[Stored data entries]
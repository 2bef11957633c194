"""Golden files: CPython must reproduce every stored response byte for byte.

The same files are replayed inside Pyodide by tests/pyodide/replay_golden.mjs,
so a difference between the two engines shows up as a failure in one of them.
After a deliberate change of output, run ``python tests/golden/regenerate.py``
and read the diff.
"""

import json
import pathlib
import sys

import pytest

GOLDEN = pathlib.Path(__file__).resolve().parent / "golden"
sys.path.insert(0, str(GOLDEN))
import regenerate  # noqa: E402

CASES = regenerate.cases()


def test_there_are_golden_cases_for_gradation_and_evaluate():
    names = [p.name for p in CASES]
    assert sum(n.startswith("gradation-") for n in names) >= 4
    assert sum(n.startswith("evaluate-") for n in names) >= 2


@pytest.mark.parametrize("request_path", CASES, ids=[p.name[: -len(".request.json")] for p in CASES])
def test_response_is_reproduced_byte_for_byte(request_path):
    resp = regenerate.response_path(request_path)
    assert resp.exists(), f"{resp.name} is missing: run tests/golden/regenerate.py"
    stored = resp.read_bytes().decode("utf-8")
    assert not stored.endswith("\n"), "a golden response has no trailing newline"
    got = regenerate.answer(request_path)
    assert got == stored, f"{resp.name} differs; after a deliberate change run tests/golden/regenerate.py"
    json.loads(stored, parse_constant=lambda name: pytest.fail(f"{name} in {resp.name}"))
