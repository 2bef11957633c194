"""Merging by record id and revision (records_import_csv, records_merge).

The rule under test (docs/records.md): a revision B is superseded by a
revision A when A has the higher rev and A's history holds B's head entry
(same rev, time and author); equal content is one revision; anything else is
a conflict, reported with both versions and never overwritten. The expected
outcomes below are worked out by hand from that rule for each case (no
outside source defines this merge; it is our own format).
"""

from __future__ import annotations

import copy
import itertools
import json
import random

from tamis import api
from tamis.exchange import csv_read, csv_write, merge, record
from test_records import UID, UID2, parse_rfc4180, rec

UID3 = "2d9a9e5a-3f4c-4ea0-9c73-4b5d6e7f8091"


def call(op, **fields):
    out = json.loads(api.handle(json.dumps({"schema": 1, "op": op, "id": 1, **fields})))
    assert out["ok"], out.get("error")
    return out["result"]


def entry(rev, at, by, summary="edit", changes=()):
    return {"rev": rev, "at": at, "by": by, "summary": summary, "changes": list(changes)}


def edited(prev: dict, at: str, by: str, mass: float, **kw) -> dict:
    """The next revision of ``prev``: rev + 1, one mass changed, a history entry added."""
    new = copy.deepcopy(prev)
    old = new["test"]["sieves"][1]["retained_g"]
    new["test"]["sieves"][1]["retained_g"] = mass
    new.update(rev=prev["rev"] + 1, updated_at=at, updated_by=by, **kw)
    new["history"] = prev["history"] + [entry(new["rev"], at, by, "mass corrected",
                                              [{"field": "test.sieves[1].retained_g", "old": old, "new": mass}])]
    return new


V1 = record.check_record(rec())
V2 = edited(V1, "2026-12-02T08:00:00Z", "AB", 12.6)          # the phone's edit of V1
V2_OTHER = edited(V1, "2026-12-02T10:00:00Z", "CD", 11.9)    # another device's edit of V1
V3 = edited(V2, "2026-12-03T08:00:00Z", "EF", 12.7)          # the office's edit of V2
V3_FORK = edited(V2_OTHER, "2026-12-03T09:00:00Z", "CD", 11.8)


def csv_of(*recs):
    return call("records_export_csv", records=list(recs))["csv"]


def import_(incoming, existing):
    return call("records_import_csv", csv=csv_of(*incoming), existing=list(existing))


def test_new_id_is_added():
    res = import_([V1], [])
    assert res["added"] == [UID] and res["records"] == [V1]


def test_newer_revision_made_from_ours_replaces_it_with_history_kept():
    res = import_([V2], [V1])
    assert res["updated"] == [UID] and not res["conflicts"]
    (got,) = res["records"]
    assert got["rev"] == 2 and got["test"]["sieves"][1]["retained_g"] == 12.6
    assert got["history"] == V2["history"] and len(got["history"]) == 2


def test_a_chain_of_revisions_is_recognised():
    res = import_([V3], [V1])
    assert res["updated"] == [UID] and res["records"][0]["rev"] == 3


def test_older_revision_does_not_replace_ours():
    res = import_([V1], [V2])
    assert res["unchanged"] == [UID] and res["records"] == [V2]


def test_same_revision_same_content_is_unchanged_whatever_exported_at():
    mine = dict(V2, exported_at="2026-12-02T09:00:00Z")
    res = import_([dict(V2, exported_at=None)], [mine])
    assert res["unchanged"] == [UID] and res["records"] == [mine]


def test_same_revision_different_content_is_a_conflict_and_ours_is_kept():
    res = import_([V2_OTHER], [V2])
    assert res["updated"] == [] and res["added"] == []
    (c,) = res["conflicts"]
    assert c["record_id"] == UID and c["local"] == V2 and c["incoming"] == V2_OTHER
    assert "rev 2" in c["reason"]
    assert res["records"] == [V2]


def test_both_changed_since_a_common_ancestor_is_a_conflict():
    res = import_([V3_FORK], [V2])
    (c,) = res["conflicts"]
    assert "common ancestor" in c["reason"]
    assert res["records"] == [V2]


def test_a_newer_revision_without_the_history_to_prove_it_is_a_conflict():
    bare = dict(V3, history=[])
    res = import_([bare], [V2])
    (c,) = res["conflicts"]
    assert "does not show" in c["reason"] and res["records"] == [V2]


def test_history_entries_are_united():
    note = entry(2, "2026-12-02T08:05:00Z", "QA", "reviewed")
    theirs = dict(V2, history=V2["history"] + [note])
    res = import_([theirs], [V2])
    assert res["updated"] == [UID]
    assert res["records"][0]["history"] == V2["history"] + [note]


def test_a_newer_tombstone_wins():
    gone = edited(V2, "2026-12-04T08:00:00Z", "AB", 12.6, deleted=True)
    res = import_([gone], [V2])
    assert res["updated"] == [UID] and res["records"][0]["deleted"] is True


def test_merge_keeps_every_record_once_and_reports_conflicts():
    band = record.check_record(rec(record_id=UID2, kind="band", test=None,
                              band={"name": "F1", "limits": [{"opening_mm": 9.5, "min_pct": 90.0,
                                                              "max_pct": 100.0}]}))
    other = record.check_record(rec(record_id=UID3, meta={"sample_id": "S-3"}))
    res = call("records_merge", files=[csv_of(V1, band), csv_of(V2, other), csv_of(V3), csv_of(band)])
    got = call("records_import_csv", csv=res["csv"], existing=[])["records"]
    assert res["count"] == 3 and res["conflicts"] == []
    assert sorted(r["record_id"] for r in got) == sorted([UID, UID2, UID3])
    mine = next(r for r in got if r["record_id"] == UID)
    assert mine["rev"] == 3 and mine["history"] == V3["history"]


def test_merge_with_a_conflict_keeps_the_highest_and_lists_the_other():
    res = call("records_merge", files=[csv_of(V3), csv_of(V3_FORK)])
    (c,) = res["conflicts"]
    # Both are rev 3; V3_FORK was made later (09:00 > 08:00), so it is the version written.
    assert c["local"]["updated_by"] == "CD" and c["incoming"]["updated_by"] == "EF"
    written = call("records_import_csv", csv=res["csv"], existing=[])["records"][0]
    assert written == c["local"]


def test_merge_output_does_not_depend_on_file_order():
    band = record.check_record(rec(record_id=UID2, kind="band", test=None,
                              band={"name": "F1", "limits": [{"opening_mm": 9.5, "min_pct": 90.0,
                                                              "max_pct": 100.0}]}))
    files = [csv_of(V1, band), csv_of(V2), csv_of(V3_FORK), csv_of(V2_OTHER, dict(band, exported_at=None))]
    first = call("records_merge", files=files)
    assert first["conflicts"]  # V2 line and V2_OTHER line both lead somewhere: a real conflict
    for perm in itertools.permutations(files):
        assert call("records_merge", files=list(perm)) == first


def test_merge_order_independence_on_many_random_versions():
    from test_records_gen import make_records
    rng = random.Random(77)
    base = [record.check_record(r) for r in make_records(60, seed=21) if r["kind"] == "test" and r["test"]
            and "sieves" in r["test"] and len(r["test"]["sieves"]) > 1 and csv_write._pairs_cells(r["test"]["sieves"],
                                                                                         "retained_g")
            is not None]
    versions = []
    for r in base:
        line = [r]
        for k in range(rng.randint(0, 3)):
            line.append(edited(line[-1], f"2027-01-0{k + 1}T08:00:00Z", rng.choice(("AB", "CD")),
                               float(rng.randint(1, 99))))
        if rng.random() < 0.3:
            line.append(edited(line[0], "2027-02-01T08:00:00Z", "ZZ", 1.5))  # a fork
        versions.append(line)
    files = [[] for _ in range(6)]
    for line in versions:
        for v, f in zip(line, rng.sample(range(6), len(line))):  # one version of an id per file
            files[f].append(v)
    texts = [csv_of(*f) if f else csv_of(base[0]) for f in files]
    ref = call("records_merge", files=texts)
    for _ in range(8):
        rng.shuffle(texts)
        assert call("records_merge", files=texts) == ref
    assert ref["count"] == len(base)
    assert ref["conflicts"], "the forks must give conflicts"
    assert len({c["record_id"] for c in ref["conflicts"]}) == len(ref["conflicts"])


def test_field_to_office_to_another_device():
    """A test typed on phone A, edited, exported; merged in the office with phone B's
    file; imported on device C: it arrives intact with its history, once, and the
    office report gives the verdict phone A showed."""
    from tamis.exchange import office
    band = record.check_record(rec(record_id=UID2, kind="band", test=None, updated_by="QA",
                              band={"name": "Filter F1 (invented)",
                                    "limits": [{"opening_mm": 9.5, "min_pct": 100.0, "max_pct": 100.0},
                                               {"opening_mm": 4.75, "min_pct": 0.0, "max_pct": 30.0}]}))
    phone_a = edited(record.check_record(rec(meta={"sample_id": "S-0001", "band_id": UID2})),
                     "2026-12-01T10:00:00Z", "AB", 12.6)
    shown_on_phone = call("evaluate", sample=phone_a["test"], band=band["band"])["verdict"]
    file_a = csv_of(phone_a, band)
    file_b = csv_of(record.check_record(rec(record_id=UID3, meta={"sample_id": "S-0002"})), band)
    office_file = call("records_merge", files=[file_b, file_a])
    assert office_file["conflicts"] == []
    device_c = call("records_import_csv", csv=office_file["csv"], existing=[])
    got = [r for r in device_c["records"] if r["record_id"] == UID]
    assert len(got) == 1 and got[0] == phone_a and len(got[0]["history"]) == 2
    assert len(device_c["records"]) == 3
    recs, rows = csv_read.read_csv(office_file["csv"])
    line = next(e for e in office.report_rows(recs, rows) if e["record_id"] == UID)
    assert line["verdict"] == shown_on_phone and line["stored_verdict"] == shown_on_phone
    assert not line["differs"]
    cells = dict(zip(*[r for r in parse_rfc4180(office_file["csv"]) if r[1] in ("record_id", UID)]))
    assert cells["calc_verdict"] == shown_on_phone


def test_a_resolved_conflict_supersedes_both_versions_everywhere():
    file_text = csv_of(V2_OTHER)
    res = call("records_import_csv", csv=file_text, existing=[V2], resolve={UID: "incoming"},
               at="2026-12-05T07:00:00Z", by="AB")
    assert res["conflicts"] == [] and res["resolved"] == [UID] and res["updated"] == [UID]
    (done,) = res["records"]
    assert done["rev"] == 3 and done["updated_at"] == "2026-12-05T07:00:00Z" and done["updated_by"] == "AB"
    assert done["test"] == V2_OTHER["test"]  # the content chosen
    marks = {(h["rev"], h["at"], h["by"]) for h in done["history"]}
    assert {(2, V2["updated_at"], "AB"), (2, V2_OTHER["updated_at"], "CD"),
            (3, "2026-12-05T07:00:00Z", "AB")} <= marks
    assert merge.descends(done, V2) and merge.descends(done, V2_OTHER)
    # The same file again: nothing to decide any more.
    again = call("records_import_csv", csv=file_text, existing=[done])
    assert again["conflicts"] == [] and again["unchanged"] == [UID]
    # In the office, the resolved revision wins over both old versions, in any order.
    for files in ([csv_of(V2), csv_of(V2_OTHER), csv_of(done)], [csv_of(done), csv_of(V2_OTHER), csv_of(V2)]):
        merged = call("records_merge", files=files)
        assert merged["conflicts"] == []
        assert call("records_import_csv", csv=merged["csv"], existing=[])["records"] == [done]


def test_resolve_needs_a_known_choice_and_an_author():
    for fields, where in (({"resolve": {UID: "mine"}, "at": "2026-12-05T07:00:00Z", "by": "AB"}, f"resolve.{UID}"),
                          ({"resolve": {UID: "local"}, "by": "AB"}, "at"),
                          ({"resolve": {UID: "local"}, "at": "2026-12-05T07:00:00Z"}, "by")):
        out = json.loads(api.handle(json.dumps({"schema": 1, "op": "records_import_csv", "id": 1,
                                                "csv": csv_of(V2_OTHER), "existing": [V2], **fields})))
        assert out["ok"] is False and out["error"]["field"] == where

-- WHAT IS NEEDED --
Your task is to restate, word for word, only those lines above that fall between the line holding "csv_of(V2_OTHER, dict(band, exported_at=None))]" and the line holding "files=texts) == ref", inclusive.

-- RESPONSE --
    files = [csv_of(V1, band), csv_of(V2), csv_of(V3_FORK), csv_of(V2_OTHER, dict(band, exported_at=None))]
    first = call("records_merge", files=files)
    assert first["conflicts"]  # V2 line and V2_OTHER line both lead somewhere: a real conflict
    for perm in itertools.permutations(files):
        assert call("records_merge", files=list(perm)) == first


def test_merge_order_independence_on_many_random_versions():
    from test_records_gen import make_records
    rng = random.Random(77)
    base = [record.check_record(r) for r in make_records(60, seed=21) if r["kind"] == "test" and r["test"]
            and "sieves" in r["test"] and len(r["test"]["sieves"]) > 1 and csv_write._pairs_cells(r["test"]["sieves"],
                                                                                         "retained_g")
            is not None]
    versions = []
    for r in base:
        line = [r]
        for k in range(rng.randint(0, 3)):
            line.append(edited(line[-1], f"2027-01-0{k + 1}T08:00:00Z", rng.choice(("AB", "CD")),
                               float(rng.randint(1, 99))))
        if rng.random() < 0.3:
            line.append(edited(line[0], "2027-02-01T08:00:00Z", "ZZ", 1.5))  # a fork
        versions.append(line)
    files = [[] for _ in range(6)]
    for line in versions:
        for v, f in zip(line, rng.sample(range(6), len(line))):  # one version of an id per file
            files[f].append(v)
    texts = [csv_of(*f) if f else csv_of(base[0]) for f in files]
    ref = call("records_merge", files=texts)
    for _ in range(8):
        rng.shuffle(texts)
        assert call("records_merge", files=texts) == ref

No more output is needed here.